Copy the records exactly. Include every line.
————————
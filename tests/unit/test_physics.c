/* SPDX-License-Identifier: BSD-3-Clause */
/* test_physics.c - closed forms against published values (shared/CHECK-VALUES.md rows in brackets). */
#include <math.h>
#include "check.h"
#include "schrot/physics.h"

/* [S1-S5] Schottky 2qI: W. Schottky, Ann. Phys. 1918; M. Johnson, Photodetection and Measurement (2003) §3.2. */
static void test_physics__schottky_densities(void)
{
	CHECK_REL(sch_shot_density(1.0, 1), 3.2043533e-19, 1e-7);
	CHECK_REL(sch_shot_density(1e-3, 1), 3.2043533e-22, 1e-7);
	CHECK_REL(sqrt(sch_shot_density(1e-6, 1)), 5.6607007e-13, 1e-7);
	CHECK_REL(sqrt(sch_shot_density(-1e-9, 1)), 1.7900707e-14, 1e-7);
	CHECK_REL(sqrt(sch_shot_density(1e-12, 1)), 5.6607007e-16, 1e-7);
}

/* [J5] Norton current noise 4kT/R: Johnson, Phys. Rev. 32, 97 (1928); Nyquist, Phys. Rev. 32, 110 (1928). */
static void test_physics__johnson_nyquist_current(void)
{
	CHECK_REL(sqrt(sch_thermal_density(300, 1e3)), 4.0703548e-12, 1e-7);
	CHECK_REL(sqrt(sch_thermal_density(300, 1e6)), 128.71592e-15, 1e-7);
	CHECK_REL(sqrt(sch_thermal_density(298.15, 1e3)), 4.0577851e-12, 1e-7);
}

/* [A2-A5] McIntyre, IEEE Trans. Electron Devices ED-13(1), 164 (1966). */
static void test_physics__mcintyre_excess_factor(void)
{
	CHECK_REL(sch_mcintyre_f(10, 0), 1.9, 1e-12);
	CHECK_REL(sch_mcintyre_f(100, 0), 1.99, 1e-12);
	CHECK_REL(sch_mcintyre_f(10, 0.02), 2.062, 1e-12);
	CHECK_REL(sch_mcintyre_f(100, 0.02), 3.9502, 1e-12);
	CHECK_REL(sch_mcintyre_f(10, 0.5), 5.95, 1e-12);
	CHECK_REL(sch_mcintyre_f(100, 0.5), 50.995, 1e-12);
	CHECK_REL(sch_mcintyre_f(10, 1), 10, 1e-12);
	CHECK_REL(sch_mcintyre_f(1, 0.3), 1, 1e-12);
}

/* [P8, P9] van der Ziel, Proc. IEEE 58(8), 1178 (1970) §II; derived identity 4qIs = 4kT/R0 for n = 1. */
static void test_physics__junction_coth_form(void)
{
	const double is = 1e-12, t = 300, vt = SCH_K * t / SCH_Q;
	double v, i, g;

	g = is / vt;
	CHECK_REL(sch_junction_density(0, 0, g, t), 6.4087065e-31, 1e-7);
	v = 0.1;
	i = is * expm1(v / vt);
	CHECK_REL(i, 46.854861e-12, 1e-7);
	CHECK_REL(sch_junction_density(v, i, is / vt * exp(v / vt), t), 1.5654823e-29, 1e-7);
	v = -0.1;
	i = is * expm1(v / vt);
	CHECK_REL(sch_junction_density(v, i, is / vt * exp(v / vt), t), 3.2713131e-31, 1e-7);
	v = -1;
	i = is * expm1(v / vt);
	CHECK_REL(sch_junction_density(v, i, 0, t), 3.2043533e-31, 1e-7);
	/* just off zero bias the coth form joins the limit smoothly */
	v = 1e-9;
	i = is * expm1(v / vt);
	CHECK_REL(sch_junction_density(v, i, g, t), 6.4087065e-31, 1e-7);
}

/* [X2] crossover 2kT/(qR): derived; rule credited to Hobbs, Building Electro-Optical Systems 2nd ed. (from memory). */
static void test_physics__crossover_current(void)
{
	CHECK_REL(sch_crossover_current(300, 1e3), 51.704000e-6, 1e-7);
	CHECK_REL(sch_crossover_current(300, 1e9), 51.704000e-12, 1e-7);
}

CHECK_MAIN(CASE(test_physics__schottky_densities), CASE(test_physics__johnson_nyquist_current),
	   CASE(test_physics__mcintyre_excess_factor), CASE(test_physics__junction_coth_form),
	   CASE(test_physics__crossover_current))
————————
» Exercise response
filename tests/unit/test_physics.c
/* SPDX-License-Identifier: BSD-3-Clause */
/* test_physics.c - closed forms against published values (shared/CHECK-VALUES.md rows in brackets). */
#include <math.h>
#include "check.h"
#include "schrot/physics.h"

/* [S1-S5] Schottky 2qI: W. Schottky, Ann. Phys. 1918; M. Johnson, Photodetection and Measurement (2003) §3.2. */
static void test_physics__schottky_densities(void)
{
	CHECK_REL(sch_shot_density(1.0, 1), 3.2043533e-19, 1e-7);
	CHECK_REL(sch_shot_density(1e-3, 1), 3.2043533e-22, 1e-7);
	CHECK_REL(sqrt(sch_shot_density(1e-6, 1)), 5.6607007e-13, 1e-7);
	CHECK_REL(sqrt(sch_shot_density(-1e-9, 1)), 1.7900707e-14, 1e-7);
	CHECK_REL(sqrt(sch_shot_density(1e-12, 1)), 5.6607007e-16, 1e-7);
}

/* [J5] Norton current noise 4kT/R: Johnson, Phys. Rev. 32, 97 (1928); Nyquist, Phys. Rev. 32, 110 (1928). */
static void test_physics__johnson_nyquist_current(void)
{
	CHECK_REL(sqrt(sch_thermal_density(300, 1e3)), 4.0703548e-12, 1e-7);
	CHECK_REL(sqrt(sch_thermal_density(300, 1e6)), 128.71592e-15, 1e-7);
	CHECK_REL(sqrt(sch_thermal_density(298.15, 1e3)), 4.0577851e-12, 1e-7);
}

/* [A2-A5] McIntyre, IEEE Trans. Electron Devices ED-13(1), 164 (1966). */
static void test_physics__mcintyre_excess_factor(void)
{
	CHECK_REL(sch_mcintyre_f(10, 0), 1.9, 1e-12);
	CHECK_REL(sch_mcintyre_f(100, 0), 1.99, 1e-12);
	CHECK_REL(sch_mcintyre_f(10, 0.02), 2.062, 1e-12);
	CHECK_REL(sch_mcintyre_f(100, 0.02), 3.9502, 1e-12);
	CHECK_REL(sch_mcintyre_f(10, 0.5), 5.95, 1e-12);
	CHECK_REL(sch_mcintyre_f(100, 0.5), 50.995, 1e-12);
	CHECK_REL(sch_mcintyre_f(10, 1), 10, 1e-12);
	CHECK_REL(sch_mcintyre_f(1, 0.3), 1, 1e-12);
}

/* [P8, P9] van der Ziel, Proc. IEEE 58(8), 1178 (1970) §II; derived identity 4qIs = 4kT/R0 for n = 1. */
static void test_physics__junction_coth_form(void)
{
	const double is = 1e-12, t = 300, vt = SCH_K * t / SCH_Q;
	double v, i, g;

	g = is / vt;
	CHECK_REL(sch_junction_density(0, 0, g, t), 6.4087065e-31, 1e-7);
	v = 0.1;
	i = is * expm1(v / vt);
	CHECK_REL(i, 46.854861e-12, 1e-7);
	CHECK_REL(sch_junction_density(v, i, is / vt * exp(v / vt), t), 1.5654823e-29, 1e-7);
	v = -0.1;
	i = is * expm1(v / vt);
	CHECK_REL(sch_junction_density(v, i, is / vt * exp(v / vt), t), 3.2713131e-31, 1e-7);
	v = -1;
	i = is * expm1(v / vt);
	CHECK_REL(sch_junction_density(v, i, 0, t), 3.2043533e-31, 1e-7);
	/* just off zero bias the coth form joins the limit smoothly */
	v = 1e-9;
	i = is * expm1(v / vt);
	CHECK_REL(sch_junction_density(v, i, g, t), 6.4087065e-31, 1e-7);
}

/* [X2] crossover 2kT/(qR): derived; rule credited to Hobbs, Building Electro-Optical Systems 2nd ed. (from memory). */
static void test_physics__crossover_current(void)
{
	CHECK_REL(sch_crossover_current(300, 1e3), 51.704000e-6, 1e-7);
	CHECK_REL(sch_crossover_current(300, 1e9), 51.704000e-12, 1e-7);
}

CHECK_MAIN(CASE(test_physics__schottky_densities), CASE(test_physics__johnson_nyquist_current),
	   CASE(test_physics__mcintyre_excess_factor), CASE(test_physics__junction_coth_form),
	   CASE(test_physics__crossover_current))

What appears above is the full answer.